LA DEPORTIVA DISIDENTE

Mi hija ha sufrido un ataque de ordenaditis aguda y de resultas se ha ido a organizar el calzado del cajón con el meritorio objetivo de emparejar y disponer sandalias, deportivas y botas en el espacio reducido para souvenirs de nolotires quesóloestán unpocorotos.

Me siento en el sofá con mi yogur de limón y cuento con los dedos. Uno… dos… tres…¡Mamáaaaa! (lo sabía) - ¡Veeeeeennnnnn! (también lo sabía). Me hago la Willy, la sorda y la ocupada. No cuela. ¡Mamáaaaaaaa! ¿No me oyeeeeeessssss? ¡Te necesitoooooo! Relamo las paredes del cartón amarillo, voy a la cocina, lo tiro a la basura, friego la cuchara , volteo la espalda y contemplo su cara de mi madre pasa de mí que no me inmuta.

-       Tengo un problema.
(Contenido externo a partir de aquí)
package mesh

import (
	"math"

	"github.com/go-gl/mathgl/mgl64"
)

// Area returns the total surface area (mm2).
func Area(m *Mesh) float64 {
	area, _ := AreaVolume(m)
	return area
}

// Volume returns the enclosed volume (mm3) by the divergence theorem: the sum over triangles
// of the signed tetrahedra they span with a reference point. Positive when the normals face
// out; meaningful only for a closed mesh. The reference is the centre of the bounding box,
// which keeps the terms small for meshes far from the origin.
func Volume(m *Mesh) float64 {
	_, vol := AreaVolume(m)
	return vol
}

// AreaVolume is Area and Volume from one pass over the triangles: a huge mesh is read once,
// not twice.
func AreaVolume(m *Mesh) (area, vol float64) {
	lo, hi := m.Bounds()
	ref := lo.Add(hi).Mul(0.5)
	nv := int32(len(m.Vertices))
	for t, tri := range m.Triangles {
		if !triInRange(tri, nv) {
			continue
		}
		a, b, c := m.Corners(t)
		area += b.Sub(a).Cross(c.Sub(a)).Len() / 2
		a, b, c = a.Sub(ref), b.Sub(ref), c.Sub(ref)
		vol += a.Dot(b.Cross(c)) / 6
	}
	return area, vol
}

// signedVolume is Volume without the first moment or the bounding box (the reference point is
// the first vertex): what Validate reports.
func signedVolume(m *Mesh) float64 {
	if len(m.Vertices) == 0 {
		return 0
	}
	ref := m.Vertices[0]
	nv := int32(len(m.Vertices))
	vol := 0.0
	for _, tri := range m.Triangles {
		if !triInRange(tri, nv) {
			continue
		}
		a, b, c := m.Vertices[tri[0]].Sub(ref), m.Vertices[tri[1]].Sub(ref), m.Vertices[tri[2]].Sub(ref)
		vol += a.Dot(b.Cross(c))
	}
	return vol / 6
}

// Centroid returns the centre of mass of the enclosed solid (uniform density) for a closed
// mesh. When the mesh encloses no volume (open or flat) it returns the area-weighted centre
// of the surface instead, and the mean of the vertices when even the area is zero.
func Centroid(m *Mesh) mgl64.Vec3 {
	v, first := volumeMoments(m)
	lo, hi := m.Bounds()
	ref := lo.Add(hi).Mul(0.5)
	if area := Area(m); v != 0 && math.Abs(v) > 1e-9*area*hi.Sub(lo).Len() {
		return ref.Add(first.Mul(1 / v))
	}
	var sum mgl64.Vec3
	total := 0.0
	nv := int32(len(m.Vertices))
	for t, tri := range m.Triangles {
		if !triInRange(tri, nv) {
			continue
		}
		a, b, c := m.Corners(t)
		ar := b.Sub(a).Cross(c.Sub(a)).Len() / 2
		sum = sum.Add(a.Add(b).Add(c).Mul(ar / 3))
		total += ar
	}
	if total > 0 {
		return sum.Mul(1 / total)
	}
	if len(m.Vertices) == 0 {
		return mgl64.Vec3{}
	}
	for _, p := range m.Vertices {
		sum = sum.Add(p)
	}
	return sum.Mul(1 / float64(len(m.Vertices)))
}

// volumeMoments returns the signed volume and its first moment about the bounding-box centre.
// A tetrahedron (ref, a, b, c) has volume a.(b x c)/6 and centroid (a+b+c)/4 relative to ref.
func volumeMoments(m *Mesh) (vol float64, first mgl64.Vec3) {
	lo, hi := m.Bounds()
	ref := lo.Add(hi).Mul(0.5)
	nv := int32(len(m.Vertices))
	for t, tri := range m.Triangles {
		if !triInRange(tri, nv) {
			continue
		}
		a, b, c := m.Corners(t)
		a, b, c = a.Sub(ref), b.Sub(ref), c.Sub(ref)
		v := a.Dot(b.Cross(c)) / 6
		vol += v
		first = first.Add(a.Add(b).Add(c).Mul(v / 4))
	}
	return
}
Una de las deportivas se ha colado por un agujero y no consigo abrir el cajón.  ¿Puedes venir, por favor, para ayudarme a liberarlo?

El cardiaco se ablanda y la paciencia se expande. 
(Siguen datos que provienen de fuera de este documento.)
// Ray returns the first hit with 0 < T < tMax along orig + T*dir (dir need not be unit;
// T is in units of dir).
func (b *BVH) Ray(orig, dir mgl64.Vec3, tMax float64) (Hit, bool) {
	var hit Hit
	if len(b.nodes) == 0 || !(tMax > 0) || dir == (mgl64.Vec3{}) {
		return hit, false
	}
	inv := inverse(dir)
	best := tMax
	found := false
	// Each entry keeps where the ray enters its box: both children are tested at their
	// parent, the nearer is visited first, and a box entered beyond the best hit so far is
	// dropped when its turn comes.
	var stack [bvhStackDepth]struct {
		node  int32
		enter float64
	}
	root := &b.nodes[0]
	t0, ok := rayBoxEnter(root.lo, root.hi, orig, inv, best)
	if !ok {
		return hit, false
	}
	stack[0].enter = t0
	sp := 1
	for sp > 0 {
		sp--
		if stack[sp].enter > best {
			continue
		}
		n := &b.nodes[stack[sp].node]
		if n.count > 0 {
			for i := n.first; i < n.first+n.count; i++ {
				tr := &b.tris[i]
				if t, _, _, _, ok := rayTri(tr, orig, dir); ok && t > 0 && t < best {
					best, found = t, true
					hit.Tri = tr.id
				}
			}
			continue
		}
		l, r := n.first, n.first+1
		tl, okl := rayBoxEnter(b.nodes[l].lo, b.nodes[l].hi, orig, inv, best)
		tr, okr := rayBoxEnter(b.nodes[r].lo, b.nodes[r].hi, orig, inv, best)
		switch {
		case okl && okr:
			if tr < tl {
				l, r, tl, tr = r, l, tr, tl
			}
			stack[sp].node, stack[sp].enter = r, tr
			stack[sp+1].node, stack[sp+1].enter = l, tl
			sp += 2
		case okl:
			stack[sp].node, stack[sp].enter = l, tl
			sp++
		case okr:
			stack[sp].node, stack[sp].enter = r, tr
			sp++
		}
	}
	if !found {
		return Hit{}, false
	}
	hit.T = best
	hit.Point = orig.Add(dir.Mul(best))
	return hit, true
}

// rayBoxEnter is rayBox that also returns where the ray enters the box (0 from inside).
func rayBoxEnter(lo, hi, o, inv mgl64.Vec3, tMax float64) (float64, bool) {
	tn, tf := 0.0, tMax
	for k := 0; k < 3; k++ {
		t1 := (lo[k] - o[k]) * inv[k]
		t2 := (hi[k] - o[k]) * inv[k]
		if t1 > t2 {
			t1, t2 = t2, t1
		}
		// NaN (origin on a slab plane of a flat direction) constrains nothing.
		if t1 > tn {
			tn = t1
		}
		if t2 < tf {
			tf = t2
		}
	}
	return tn, tn <= tf
}

// Closest returns the surface point nearest p, its triangle and the distance. With no
// triangles it returns p, -1 and +Inf.
func (b *BVH) Closest(p mgl64.Vec3) (q mgl64.Vec3, tri int32, dist float64) {
	q, tri, dist, _ = b.ClosestWithin(p, math.Inf(1))
	if tri < 0 {
		return p, -1, math.Inf(1)
	}
	return q, tri, dist
}

// ClosestWithin is Closest among the surface points nearer p than limit: a bound known
// beforehand (a nearby query's answer plus how far p moved) prunes most of the tree. ok is
// false when no point is that near.
func (b *BVH) ClosestWithin(p mgl64.Vec3, limit float64) (q mgl64.Vec3, tri int32, dist float64, ok bool) {
	tri = -1
	if len(b.nodes) == 0 {
		return p, -1, math.Inf(1), false
	}
	best2 := limit * limit
	var stack [bvhStackDepth]int32
	sp := 1
	for sp > 0 {
		sp--
		n := &b.nodes[stack[sp]]
		if b.lowerDist2(stack[sp], p) >= best2 {
			continue
		}
		if n.count > 0 {
			for i := n.first; i < n.first+n.count; i++ {
				if d2, c := closestOnStored(&p, &b.tris[i]); d2 < best2 {
					best2, q, tri = d2, c, b.tris[i].id
				}
			}
			continue
		}
		l, r := n.first, n.first+1
		dl := b.lowerDist2(l, p)
		dr := b.lowerDist2(r, p)
		if dl > dr {
			l, r = r, l
		}
		stack[sp], stack[sp+1] = r, l
		sp += 2
	}
	if tri < 0 {
		return p, -1, math.Inf(1), false
	}
	return q, tri, math.Sqrt(best2), true
}

func boxDist2(lo, hi, p mgl64.Vec3) float64 {
	d2 := 0.0
	for k := 0; k < 3; k++ {
		if p[k] < lo[k] {
			d := lo[k] - p[k]
			d2 += d * d
		} else if p[k] > hi[k] {
			d := p[k] - hi[k]
			d2 += d * d
		}
	}
	return d2
}

// closestOnTriangle finds the point of triangle abc nearest p by its Voronoi regions
// (Ericson, Real-Time Collision Detection, 5.1.5).
func closestOnTriangle(p, a, b, c mgl64.Vec3) mgl64.Vec3 {
	x, y, z := closestOnTriangleXYZ(p[0], p[1], p[2], a[0], a[1], a[2], b[0], b[1], b[2], c[0], c[1], c[2])
	return mgl64.Vec3{x, y, z}
}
-       Vamos – accedo con un gesto de despedida al sofá – enséñame dónde está esa zapatilla.

Me arrodillo frente al armario y flexiono la columna como un peregrino ante el altar del santo al que pedir un milagro a cambio de ofrecer mil promesas.  Agarro el borde de la cajonera y tiro hacia mí. No se mueve.  Alargo el brazo y palpo el fondo hasta tocar la zapatilla disidente con la puntera mirando al techo.  Empujo, aplasto y giro. No se mueve.

-       ¿Lo veesss? ¡Te lo dije!!!

Recurro al plan B. Voy a la terraza, cojo la escoba y regreso para utilizar el palo como arma de presión.  El extremo norte choca con la cabecera de la cama cuando lo introduzco por la derecha, con el fondo sur cuando ejecuto desde la izquierda, descarto la vertical y lo devuelvo a su sitio valorando la efectividad del plan C.
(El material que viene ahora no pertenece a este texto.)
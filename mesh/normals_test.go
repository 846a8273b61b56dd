package mesh

import (
	"math"
	"testing"

	"github.com/go-gl/mathgl/mgl64"
)

func TestFaceNormal(t *testing.T) {
	m := &Mesh{Vertices: []mgl64.Vec3{{0, 0, 0}, {2, 0, 0}, {0, 3, 0}, {1, 1, 0}}, Triangles: [][3]int32{{0, 1, 2}, {0, 2, 1}, {0, 1, 1}}}
	// Right-hand rule: x then y gives +z.
	if n := FaceNormal(m, 0); n != (mgl64.Vec3{0, 0, 1}) {
		t.Errorf("normal %v, want +z", n)
	}
	if n := FaceNormal(m, 1); n != (mgl64.Vec3{0, 0, -1}) {
		t.Errorf("reversed normal %v, want -z", n)
	}
	if n := FaceNormal(m, 2); n != (mgl64.Vec3{}) {
		t.Errorf("degenerate normal %v, want zero", n)
	}
}

// On a sphere the surface normal is the radial direction (analytic geometry); the
// area-weighted vertex normals of a UV sphere on a 2.8-degree grid must agree within 0.6 degree (0.47 seen; the error is first order in the grid step)
// and unit length.
func TestVertexNormalsSphere(t *testing.T) {
	m := shapeUVSphere(2, 128, 64)
	ns := VertexNormals(m)
	worst := 0.0
	for i, n := range ns {
		if math.Abs(n.Len()-1) > 1e-12 {
			t.Fatalf("normal %d not unit: %v", i, n)
		}
		radial := m.Vertices[i].Normalize()
		worst = math.Max(worst, math.Acos(math.Min(1, n.Dot(radial))))
	}
	if deg := worst * 180 / math.Pi; deg > 0.6 {
		t.Errorf("worst vertex normal off radial by %.3f deg", deg)
	}
	// Every face normal faces out (positive dot with its centroid).
	for f := range m.Triangles {
		a, b, c := m.Corners(f)
		if FaceNormal(m, f).Dot(a.Add(b).Add(c)) <= 0 {
			t.Fatalf("face %d faces in", f)
		}
	}
}
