package mesh

import (
	"math"
	"sync"

	"github.com/go-gl/mathgl/mgl64"
)

// RayFan casts a fan of rays from orig in one plane, ray j along u*cos[j] + v*sin[j]
// (u and v orthonormal, the direction made as u.Mul(cos[j]).Add(v.Mul(sin[j]))), and writes
// into t[j] the T that Ray(orig, that direction, tMax) returns, bit for bit, or -1 where Ray
// finds no hit. It is for the many rays a cross-section casts from one station: instead of
// walking the tree once per ray it gathers, in one walk, the triangles that reach the fan's
// plane, sorts them into sectors by the angles they cover as seen from orig, and tests each
// ray against its sector's triangles only, with the same triangle test as Ray.
//
// Why the answer is Ray's: a triangle a ray hits contains a point of the plane in the ray's
// direction, so it is among the gathered triangles (with margins far above rounding), and
// the fan finds the least T over every triangle that could be hit. Ray finds the same
// triangle unless rounding keeps its leaf's box from the ray; so the fan checks that box
// exactly as Ray would (a parent's box holds its child's, so its test passes too) and casts
// Ray itself for the rare ray where the box test fails.
//
// It pays where the plane meets a few triangles per ray (a scan's surface around a canal);
// on a surface far finer than that, casting each ray costs less: see FanCaster.
func (b *BVH) RayFan(orig, u, v mgl64.Vec3, cos, sin []float64, tMax float64, t []float64) {
	b.rayFan(orig, u, v, cos, sin, tMax, t)
}

// FanCaster casts fans of rays for one goroutine, the whole fan at once (RayFan) or ray by
// ray (Ray), whichever the last fan says is cheaper: where a fan's plane met more than
// fanMaxPerRay triangles per ray, the next fanRecheck fans go ray by ray before a fan is
// tried again. The answers are the same either way.
type FanCaster struct {
	BVH  *BVH
	skip int
}

// Sizes of FanCaster's choice: past about six triangles per ray (a plane across a tube of
// 512 facets around) the fan costs more than the rays; nearby stations meet alike.
const (
	fanMaxPerRay = 4
	fanRecheck   = 15
)

// Cast is RayFan, or Ray for each ray, with the same answers.
func (fc *FanCaster) Cast(orig, u, v mgl64.Vec3, cos, sin []float64, tMax float64, t []float64) {
	if fc.skip > 0 {
		fc.skip--
		for j := range cos {
			t[j] = -1
			if h, ok := fc.BVH.Ray(orig, u.Mul(cos[j]).Add(v.Mul(sin[j])), tMax); ok {
				t[j] = h.T
			}
		}
		return
	}
	if met := fc.BVH.rayFan(orig, u, v, cos, sin, tMax, t); met > fanMaxPerRay*len(cos) {
		fc.skip = fanRecheck
	}
}

// rayFan is RayFan; it returns how many triangles the fan's plane met.
func (b *BVH) rayFan(orig, u, v mgl64.Vec3, cos, sin []float64, tMax float64, t []float64) int {
	n := len(cos)
	if len(b.nodes) == 0 || !(tMax > 0) {
		for j := range n {
			t[j] = -1
		}
		return 0
	}
	f := fanPool.Get().(*fanScratch)
	defer fanPool.Put(f)
	f.gather(b, orig, u, v, n)
	for j := range n {
		// dir is u.Mul(cos[j]).Add(v.Mul(sin[j])), written out: the same operations in the
		// same order, so the same numbers.
		cj, sj := cos[j], sin[j]
		d0, d1, d2 := u[0]*cj+v[0]*sj, u[1]*cj+v[1]*sj, u[2]*cj+v[2]*sj
		if d0 == 0 && d1 == 0 && d2 == 0 {
			t[j] = -1
			continue
		}
		sec := f.sector(pseudoAngle(cj, sj))
		best, leaf := tMax, int32(-1)
		for _, c := range f.bins[f.start[sec]:f.start[sec+1]] {
			ft := &f.found[c]
			if hit, ok := ft.ray(d0, d1, d2); ok && hit > 0 && hit < best {
				best, leaf = hit, ft.leaf
			}
		}
		if leaf < 0 {
			t[j] = -1
			continue
		}
		dir := mgl64.Vec3{d0, d1, d2}
		if _, ok := rayBoxEnter(b.nodes[leaf].lo, b.nodes[leaf].hi, orig, inverse(dir), best); ok {
			t[j] = best
			continue
		}
		t[j] = -1
		if h, ok := b.Ray(orig, dir, tMax); ok {
			t[j] = h.T
		}
	}
	return len(f.found)
}

// fanTri is a triangle the fan's plane meets, with what rayTri works out from the origin
// alone worked out once for the whole fan: s = orig - a, q = s x e1 and e2 . q.
type fanTri struct {
	e1, e2, s, q [3]float64
	tq           float64
	leaf         int32 // the leaf that holds it
}

// newFanTri is the fanTri of triangle tr for rays from o; the products as rayTri makes them
// (mgl64's Sub, Cross and Dot written out, the same operations in the same order).
func newFanTri(tr *bvhTri, leaf int32, o mgl64.Vec3) fanTri {
	ft := fanTri{e1: tr.e1, e2: tr.e2, leaf: leaf}
	s := &ft.s
	s[0], s[1], s[2] = o[0]-tr.a[0], o[1]-tr.a[1], o[2]-tr.a[2]
	e1, e2 := &ft.e1, &ft.e2
	q := &ft.q
	q[0], q[1], q[2] = s[1]*e1[2]-s[2]*e1[1], s[2]*e1[0]-s[0]*e1[2], s[0]*e1[1]-s[1]*e1[0]
	ft.tq = e2[0]*q[0] + e2[1]*q[1] + e2[2]*q[2]
	return ft
}

// ray is rayTri's T and ok for the ray from the fan's origin along (d0, d1, d2), bit for bit:
// the same operations in the same order, those that depend on the origin alone done before.
func (ft *fanTri) ray(d0, d1, d2 float64) (float64, bool) {
	e1, e2, s, q := &ft.e1, &ft.e2, &ft.s, &ft.q
	p0, p1, p2 := d1*e2[2]-d2*e2[1], d2*e2[0]-d0*e2[2], d0*e2[1]-d1*e2[0]
	det := e1[0]*p0 + e1[1]*p1 + e1[2]*p2
	if det == 0 {
		return 0, false
	}
	inv := 1 / det
	u := (s[0]*p0 + s[1]*p1 + s[2]*p2) * inv
	if u < 0 || u > 1 {
		return 0, false
	}
	v := (d0*q[0] + d1*q[1] + d2*q[2]) * inv
	if v < 0 || u+v > 1 {
		return 0, false
	}
	return ft.tq * inv, true
}

// fanScratch holds one fan's triangles by sector; reused across calls through fanPool.
type fanScratch struct {
	stack  []int32
	found  []fanTri
	lo, hi []int32 // each found triangle's sectors, lo..hi (hi may pass the last: it wraps)
	count  []int32
	start  []int32
	bins   []int32 // found triangles by sector
	nSec   int
	// The fan: origin, the plane's axes and normal, the plane's slack.
	o, u, v, w mgl64.Vec3
	pad        float64
}

var fanPool = sync.Pool{New: func() any { return &fanScratch{} }}

// Angles are pseudo-angles (pseudoAngle): a quarter turn is 1, half a turn 2.

// fanAngleMargin widens each triangle's angles: rounding moves them by far less.
const fanAngleMargin = 1e-7

// fanWholeSpan: a triangle whose projection comes this close to covering half the turn around
// orig (orig lies on or next to it, seen along the normal) goes into every sector.
const fanWholeSpan = 2 - 1e-3

// pseudoAngle is a cheap stand-in for the angle of (x, y), in [0, 4): it grows with the angle
// (by 1/2 to 1 per radian, so margins stay margins), is 1 at each quarter turn, and adds 2 for
// half a turn (at (-x, -y)), so spans of less than half a turn stay under 2. Not (0, 0).
func pseudoAngle(x, y float64) float64 {
	switch {
	case y >= 0 && x >= 0:
		return y / (x + y)
	case y >= 0:
		return 1 - x/(y-x)
	case x < 0:
		return 2 - y/(-x-y)
	default:
		return 3 + x/(x-y)
	}
}

// sector is the sector of a pseudo-angle in [0, 4).
func (f *fanScratch) sector(a float64) int {
	k := int(math.Floor(a * (float64(f.nSec) / 4)))
	return min(max(k, 0), f.nSec-1)
}

// gather collects the triangles that reach the plane through orig spanned by u and v and
// files them by the sectors of angle they cover, nSec sectors around the turn.
func (f *fanScratch) gather(b *BVH, orig, u, v mgl64.Vec3, nSec int) {
	f.nSec = max(nSec, 1)
	f.found, f.lo, f.hi = f.found[:0], f.lo[:0], f.hi[:0]
	w := u.Cross(v)
	if l := w.Len(); l > 0 {
		w = w.Mul(1 / l)
	}
	root := &b.nodes[0]
	scale := 1.0
	for k := range 3 {
		scale = max(scale, math.Abs(orig[k]), math.Abs(root.lo[k]), math.Abs(root.hi[k]))
	}
	// The plane's slack: far above what rounding moves a hit point off it.
	f.o, f.u, f.v, f.w, f.pad = orig, u, v, w, 1e-9*scale
	// Each box's centre and half extent against the plane, as the Vec3 arithmetic
	// (lo.Add(hi).Mul(0.5).Sub(orig), hi.Sub(lo).Mul(0.5), Dot) gives them, written out.
	aw0, aw1, aw2 := math.Abs(w[0]), math.Abs(w[1]), math.Abs(w[2])
	f.stack = append(f.stack[:0], 0)
	for len(f.stack) > 0 {
		i := f.stack[len(f.stack)-1]
		f.stack = f.stack[:len(f.stack)-1]
		nd := &b.nodes[i]
		lo, hi := &nd.lo, &nd.hi
		c0, c1, c2 := (lo[0]+hi[0])*0.5-orig[0], (lo[1]+hi[1])*0.5-orig[1], (lo[2]+hi[2])*0.5-orig[2]
		r := aw0*((hi[0]-lo[0])*0.5) + aw1*((hi[1]-lo[1])*0.5) + aw2*((hi[2]-lo[2])*0.5)
		if !(math.Abs(c0*w[0]+c1*w[1]+c2*w[2]) <= r+f.pad) {
			continue
		}
		if nd.count == 0 {
			f.stack = append(f.stack, nd.first, nd.first+1)
			continue
		}
		for k := nd.first; k < nd.first+nd.count; k++ {
			f.file(&b.tris[k], i)
		}
	}
	// Counting sort into sectors.
	f.count = resize(f.count, f.nSec+1)
	for k := range f.count {
		f.count[k] = 0
	}
	for k := range f.found {
		for s := f.lo[k]; s <= f.hi[k]; s++ {
			f.count[int(s)%f.nSec]++
		}
	}
	f.start = resize(f.start, f.nSec+1)
	sum := int32(0)
	for s := range f.nSec {
		f.start[s] = sum
		sum += f.count[s]
		f.count[s] = f.start[s]
	}
	f.start[f.nSec] = sum
	f.bins = resize(f.bins, int(sum))
	for k := range f.found {
		for s := f.lo[k]; s <= f.hi[k]; s++ {
			sec := int(s) % f.nSec
			f.bins[f.count[sec]] = int32(k)
			f.count[sec]++
		}
	}
}

// file adds triangle tr (of leaf) when it reaches the fan's plane, with the sectors it covers.
// The corners relative to the origin and their products with the plane's axes are the Vec3
// arithmetic (a := tr.a.Sub(o); a, a.Add(e1), a.Add(e2); Dot) written out, the same numbers.
func (f *fanScratch) file(tr *bvhTri, leaf int32) {
	o, w := &f.o, &f.w
	a0, a1, a2 := tr.a[0]-o[0], tr.a[1]-o[1], tr.a[2]-o[2]
	b0, b1, b2 := a0+tr.e1[0], a1+tr.e1[1], a2+tr.e1[2]
	c0, c1, c2 := a0+tr.e2[0], a1+tr.e2[1], a2+tr.e2[2]
	d0 := a0*w[0] + a1*w[1] + a2*w[2]
	d1 := b0*w[0] + b1*w[1] + b2*w[2]
	d2 := c0*w[0] + c1*w[1] + c2*w[2]
	if !(min(d0, d1, d2) <= f.pad && max(d0, d1, d2) >= -f.pad) {
		return // off the plane (or not a number: such a triangle is never hit)
	}
	u, v := &f.u, &f.v
	x := [3]float64{a0*u[0] + a1*u[1] + a2*u[2], b0*u[0] + b1*u[1] + b2*u[2], c0*u[0] + c1*u[1] + c2*u[2]}
	y := [3]float64{a0*v[0] + a1*v[1] + a2*v[2], b0*v[0] + b1*v[1] + b2*v[2], c0*v[0] + c1*v[1] + c2*v[2]}
	// orig inside the projected triangle, on its edge or on a corner: every direction.
	k0 := x[0]*y[1] - y[0]*x[1]
	k1 := x[1]*y[2] - y[1]*x[2]
	k2 := x[2]*y[0] - y[2]*x[0]
	if (k0 >= 0 && k1 >= 0 && k2 >= 0) || (k0 <= 0 && k1 <= 0 && k2 <= 0) {
		f.add(tr, leaf, 0, f.nSec-1)
		return
	}
	// Outside: the triangle covers less than half a turn; its angles relative to the first
	// corner's give the span.
	first := pseudoAngle(x[0], y[0])
	lo, hi := 0.0, 0.0
	for c := 1; c < 3; c++ {
		d := pseudoAngle(x[c], y[c]) - first
		if d > 2 {
			d -= 4
		} else if d < -2 {
			d += 4
		}
		lo, hi = min(lo, d), max(hi, d)
	}
	if !(hi-lo < fanWholeSpan) {
		f.add(tr, leaf, 0, f.nSec-1)
		return
	}
	// Sectors as sector counts them, without the clamp: the span may run past 0 or 4.
	per := float64(f.nSec) / 4
	from, to := int(math.Floor((first+lo-fanAngleMargin)*per)), int(math.Floor((first+hi+fanAngleMargin)*per))
	if to-from+1 >= f.nSec {
		f.add(tr, leaf, 0, f.nSec-1)
		return
	}
	shift := ((from%f.nSec)+f.nSec)%f.nSec - from
	f.add(tr, leaf, from+shift, to+shift)
}

// add files triangle tr (of leaf) under sectors from..to.
func (f *fanScratch) add(tr *bvhTri, leaf int32, from, to int) {
	f.found = append(f.found, newFanTri(tr, leaf, f.o))
	f.lo = append(f.lo, int32(from))
	f.hi = append(f.hi, int32(to))
}

// resize returns s with length n, reusing its array when it is large enough.
func resize(s []int32, n int) []int32 {
	if cap(s) < n {
		return make([]int32, n)
	}
	return s[:n]
}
-       Vete a la cocina y tráeme una cuchara de madera que tenga el mango largo, cariiiiño  - invito a mi hija con un matiz de retintín al arrastrar la i sobre las cuerdas laríngeas.

La Taboada pequeña obedece y regresa dispuesta a imponer su autoridad como jefa de obra.  Introduce el utensilio por el hueco que encuentra entre el borde de la gaveta y el tablón del estante de arriba. Empuja, presiona y gira.  Sonríe satisfecha, la deportiva trabada se ha desplazado un par de milímetros que a ella le saben a gloria. Recupera su extremidad y tira del saliente del borde. Dos, calculo que hemos conseguido dos centímetros en la trayectoria de la madera sobre los rieles laterales.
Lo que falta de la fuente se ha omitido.